• **Data for this task**:
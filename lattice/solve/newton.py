"""Newton's method for the bordered system on PETSc SNES.

The Jacobian is a matrix-free shell, the linear solver FGMRES with the bordered preconditioner, its
tolerance from Eisenstat and Walker [1]_ unless given, the line search backtracking on the mean square
residual. Everything can be overridden in PETSc's options database.

References
----------
.. [1] S. C. Eisenstat, H. F. Walker, "Choosing the forcing terms in an inexact Newton method",
   SIAM J. Sci. Comput. 17 (1996) 16-32 (from memory).
"""

from __future__ import annotations

import math
import time
from collections.abc import Callable, Iterator, Sequence
from contextlib import contextmanager
from dataclasses import dataclass
from typing import TYPE_CHECKING, Any

from lattice.solve import reasons
from lattice.solve.shells import jacobian_shell, use_preconditioner

if TYPE_CHECKING:
    from lattice.solve.registry import Preconditioner
    from lattice.solve.stop import StopFlag
    from lattice.system.system import System

POLL_ITERATIONS = 10
GROWTH_LIMIT = 1e4
STALL_STEPS = 5
GOLDEN = (1.0 + math.sqrt(5.0)) / 2.0
FORCING = 1e-2
"""Loosest relative tolerance of a linear solve; a looser first step costs Newton steps."""


@dataclass(frozen=True)
class Step:
    """One Newton step: its number, the residual after it, its linear iterations, seconds so far."""

    number: int
    residual_rms: float
    linear_iterations: int
    seconds: float


@dataclass(frozen=True)
class NewtonResult:
    """How a Newton solve ended.

    Parameters
    ----------
    converged : bool
    interrupted : bool
        A signal stopped it.
    reason : str
        In words.
    steps : tuple of Step
        From the start (number 0) on.
    """

    converged: bool
    interrupted: bool
    reason: str
    steps: tuple[Step, ...]

    @property
    def linear_iterations(self) -> int:
        """Linear iterations of all steps."""
        return sum(step.linear_iterations for step in self.steps)


class Newton:
    """A Newton solve of one system.

    Collective.

    Parameters
    ----------
    system : System
    preconditioner : Preconditioner
    options : object
        The job's solve section: residual_rms, newton_steps, linear_rtol, linear_iterations, line_search.
    stop : StopFlag
    after_step : callable
        Called on every rank with the `Step` and the vector of unknowns, which it must not change.
    before : sequence of Step
        Steps already made, from the start on, of a solve that goes on from the last of them.
    """

    def __init__(
        self,
        system: System,
        preconditioner: Preconditioner,
        options: Any,
        stop: StopFlag,
        after_step: Callable[[Step, Any], None],
        before: Sequence[Step] = (),
    ) -> None:
        self.system, self.options, self.stop, self.after_step = system, options, stop, after_step
        self.preconditioner = preconditioner
        self.seconds = {"set_up": 0.0, "residual": 0.0, "after_step": 0.0, "solve": 0.0}
        self._steps: list[Step] = list(before)
        self._first = before[-1].number if before else 0
        self._counted = 0
        self._function = system.vector()
        self._matrix = jacobian_shell(system)
        self._snes = self._make_snes()

    def _make_snes(self) -> Any:
        from petsc4py import PETSc

        options = self.options
        snes = PETSc.SNES().create(self.system.comm)
        snes.setFunction(self._residual, self._function)
        snes.setJacobian(self._linearise, self._matrix, self._matrix)
        snes.setTolerances(max_it=max(0, options.newton_steps - self._first))
        ksp = snes.getKSP()
        ksp.setType("fgmres")
        ksp.setTolerances(rtol=options.linear_rtol or FORCING, max_it=options.linear_iterations)
        use_preconditioner(ksp, self.preconditioner)
        defaults = {
            "snes_linesearch_type": "bt" if options.line_search else "basic",
            "ksp_gmres_restart": str(min(options.linear_iterations, 100)),
        }
        with _default_options(defaults):
            snes.setFromOptions()
        snes.setConvergenceTest(self._test)
        snes.setMonitor(self._monitor)
        ksp.setConvergenceTest(self._linear_test)
        return snes

    def solve(self, x: Any) -> NewtonResult:
        """Solve from the vector of unknowns `x`, which is replaced by the last step."""
        started = time.perf_counter()
        self._snes.solve(None, x)
        self.seconds["solve"] += time.perf_counter() - started
        reason = int(self._snes.getConvergedReason())
        interrupted = bool(self.stop.agreed) and reason != reasons.CONVERGED
        return NewtonResult(
            reason == reasons.CONVERGED, interrupted, self._explain(reason, interrupted), tuple(self._steps)
        )

    def _explain(self, reason: int, interrupted: bool) -> str:
        if reason == reasons.CONVERGED:
            return f"residual_rms is at most {self.options.residual_rms:.1e}"
        if interrupted:
            return f"stopped by {self.stop.name}"
        text = reasons.nonlinear_text(reason)
        if reason == -3:
            text += f": {reasons.linear_text(int(self._snes.getKSP().getConvergedReason()))}"
        return text

    def _residual(self, snes: Any, x: Any, f: Any) -> None:
        started = time.perf_counter()
        self.system.residual(x, f)
        self.seconds["residual"] += time.perf_counter() - started

    def _linearise(self, snes: Any, x: Any, matrix: Any, preconditioning: Any) -> None:
        started = time.perf_counter()
        self.system.linearise(x)
        self.preconditioner.update()
        matrix.assemble()
        if self.options.linear_rtol is None:
            snes.getKSP().setTolerances(rtol=self._forcing())
        self.seconds["set_up"] += time.perf_counter() - started

    def _forcing(self) -> float:
        """Return the relative tolerance of the next linear solve, from the last two residuals [1]_.

        PETSc has the same rule, but no way to tell it the residual before the first step of a resumed solve.
        """
        if len(self._steps) < 2:
            return FORCING
        before, now = (step.residual_rms for step in self._steps[-2:])
        return float(min(FORCING, (now / before) ** GOLDEN))  # [1] choice 2 with gamma = 1

    def _monitor(self, snes: Any, number: int, norm: float) -> None:
        started = time.perf_counter()
        if number == 0 and self._steps:
            return  # the last step before this solve went on
        rms = norm / self.system.root_size if math.isfinite(norm) else math.nan
        done = snes.getLinearSolveIterations()
        step = Step(self._first + number, rms, done - self._counted, started)
        self._counted = done
        self._steps.append(step)
        self.after_step(step, snes.getSolution())
        self.seconds["after_step"] += time.perf_counter() - started

    def _test(self, snes: Any, number: int, norms: tuple[float, float, float]) -> int:
        norm = norms[2]
        if not math.isfinite(norm):
            return -4
        rms = norm / self.system.root_size
        if rms <= self.options.residual_rms:
            return reasons.CONVERGED
        if self._steps and rms > GROWTH_LIMIT * self._steps[0].residual_rms:
            return -9
        if self._stalls():
            return reasons.STALLED
        if number >= snes.getTolerances()[3]:
            return reasons.STEP_LIMIT
        return reasons.STOPPED if self.stop.poll() else 0

    def _stalls(self) -> bool:
        """Tell whether the last steps together lowered the residual by less than one percent."""
        if len(self._steps) <= STALL_STEPS:
            return False
        before = self._steps[-1 - STALL_STEPS].residual_rms
        return min(step.residual_rms for step in self._steps[-STALL_STEPS:]) > 0.99 * before

    def _linear_test(self, ksp: Any, number: int, norm: float) -> int:
        if number == 0:
            self._first_norm = norm
        if not math.isfinite(norm):
            return -9
        rtol, atol, _, most = ksp.getTolerances()
        if norm <= max(rtol * self._first_norm, atol):
            return 2
        if number >= most:
            return -3
        return -4 if number % POLL_ITERATIONS == POLL_ITERATIONS - 1 and self.stop.poll() else 0

    def function(self) -> Any:
        """Return the residual vector of the last step; read only."""
        return self._snes.getFunction()[0]

    def destroy(self) -> None:
        """Free everything. Collective."""
        self._snes.destroy()
        self._matrix.destroy()
        self._function.destroy()
        self.preconditioner.destroy()


@contextmanager
def _default_options(defaults: dict[str, str]) -> Iterator[None]:
    """Set PETSc options that the user has not set, and take them out again: the next solve may differ."""
    from petsc4py import PETSc

    database = PETSc.Options()
    added = [name for name in defaults if not database.hasName(name)]
    for name in added:
        database.setValue(name, defaults[name])
    try:
        yield
    finally:
        for name in added:
            database.delValue(name)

• **Instructions for the task**: Using the listing above, copy exactly the line that contains "system : System", the line that contains "snes.setFunction(self._residual, self._function)", and each line that falls between them.

• **Your solution**:
    system : System
    preconditioner : Preconditioner
    options : object
        The job's solve section: residual_rms, newton_steps, linear_rtol, linear_iterations, line_search.
    stop : StopFlag
    after_step : callable
        Called on every rank with the `Step` and the vector of unknowns, which it must not change.
    before : sequence of Step
        Steps already made, from the start on, of a solve that goes on from the last of them.
    """

    def __init__(
        self,
        system: System,
        preconditioner: Preconditioner,
        options: Any,
        stop: StopFlag,
        after_step: Callable[[Step, Any], None],
        before: Sequence[Step] = (),
    ) -> None:
        self.system, self.options, self.stop, self.after_step = system, options, stop, after_step
        self.preconditioner = preconditioner
        self.seconds = {"set_up": 0.0, "residual": 0.0, "after_step": 0.0, "solve": 0.0}
        self._steps: list[Step] = list(before)
        self._first = before[-1].number if before else 0
        self._counted = 0
        self._function = system.vector()
        self._matrix = jacobian_shell(system)
        self._snes = self._make_snes()

    def _make_snes(self) -> Any:
        from petsc4py import PETSc

        options = self.options
        snes = PETSc.SNES().create(self.system.comm)
        snes.setFunction(self._residual, self._function)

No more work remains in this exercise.